The scene which earned the film its 18 certificate – two people in front of me in the cinema, both well over 18, walked out once it got going – is a sex scene between two men, one white and one black, punk and soul. The scene is fairly restrained and delicate – no shocking nudity, no buggery – but it is important that it should not seem evasive, that the camera should not go coy on us. Even so, what matters in the scene is not the photographed flesh but the flurry of signs. The punk’s music plays, a thumping X-Ray Spex number. Then he looks sheepish, realises the sound is not right. This is a romantic encounter after all, not a demo. He riffles through his discs, finds a lonely soul album, puts it on the record-player. The black man grins. The punk, too, realises how condescending and eager the gesture is. The black man says: ‘How about quiet?’ They turn the music off, and get down to what the script calls serious pleasure. The script says no more, and the implication is that we have arrived at cultural peace and harmony, the truce of silence. The film, though (I don’t know whether this is a subtle tilting of the argument or a ‘political’ slip), allows the soundtrack to invade the silence with quiet but unmistakable soul music. The truce was a secret victory; silence, too, is full of the sound of soul.

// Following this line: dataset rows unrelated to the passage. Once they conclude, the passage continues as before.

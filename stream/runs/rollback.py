"""A state folder and the name of an older checkpoint in, the state folder gone back to it out."""

from __future__ import annotations

from dataclasses import dataclass
from pathlib import Path

from stream.checkpoints import Checkpoints
from stream.errors import InputMissing
from stream.snapshots import Snapshots
from stream.state_folder import StateFolder

__all__ = ["Rollback", "held", "restore"]


@dataclass(frozen=True, slots=True)
class Rollback:
    """What going back did: the checkpoint that is the newest now, later ones moved, snapshots renamed."""

    checkpoint: Path
    moved: tuple[Path, ...]
    renamed: tuple[tuple[str, str], ...]


def held(folder: Path) -> StateFolder:
    """The state folder `folder`, locked. Raises InputMissing without one, and what StateFolder raises."""
    if not folder.is_dir():
        raise InputMissing(f"{folder}: no such state folder")
    return StateFolder(folder)


def restore(folder: Path, name: str) -> Rollback:
    """Makes checkpoint `name` the newest; what came after it is set aside under other names, not removed.

    `bedload work` and `replay --resume` then go on from there. Raises InputMissing, BadData for a broken one,
    TryLater while the folder is in use.
    """
    with held(folder) as state:
        checkpoint, moved = Checkpoints(state.checkpoints, keep=1).restore(name)
        renamed = Snapshots(state.snapshots, keep=1).retire_after(int(checkpoint.name))
    return Rollback(checkpoint, moved, renamed)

Diary of a Young Soul Rebel is a bit of a mixed bag – shooting script, interview with Isaac Julien, diaries of Julien and Colin MacCabe, executive producer of the film – but it’s not just advertising. It gives the film a context, tells us something about its BFI and European funding, allows us to see its place in a debate and Julien’s dedication to differences which do make a difference. MacCabe suggests that many film-makers have backgrounds in theatre and in criticism but that a background in theory is rare. Theory here is a codeword. It doesn’t mean system or conception: it means a particular politics of film and literary study, a familiarity with certain key terms like ‘desire’, ‘gare’, ‘construction’, otherness’, and the assumptions crowding into those terms. There are plenty of possibilities for cant and hocus-pocus here, and they flicker in the interview with Julien, not so much in Julien’s answers as in the questions put to him. The interviewer is genuinely shocked at the thought that someone could be shocked at the depiction of homosexual acts on the screen: a right-on form of parochialism. The only harm ‘theory’ seems to have done the film itself is to encourage the belief that mere mention of a target is enough – you don’t have to hit it. The Queen’s Jubilee, for instance, appears simply as cardboard cut-outs and ratty flags, offers no sense of anything you could support or oppose. For the rest, it is good that desire, however ill understood, should be allowed back into the dour zones of political argument; good to be reminded that a gaze is(gender-)specific, that films are full of spying, gloating visions of people who don’t know they are being watched; that (to an important degree) we construct other people through the way we look at them. When we have seen this, as Wittgenstein remarks on another occasion, there are many things we shan’t say.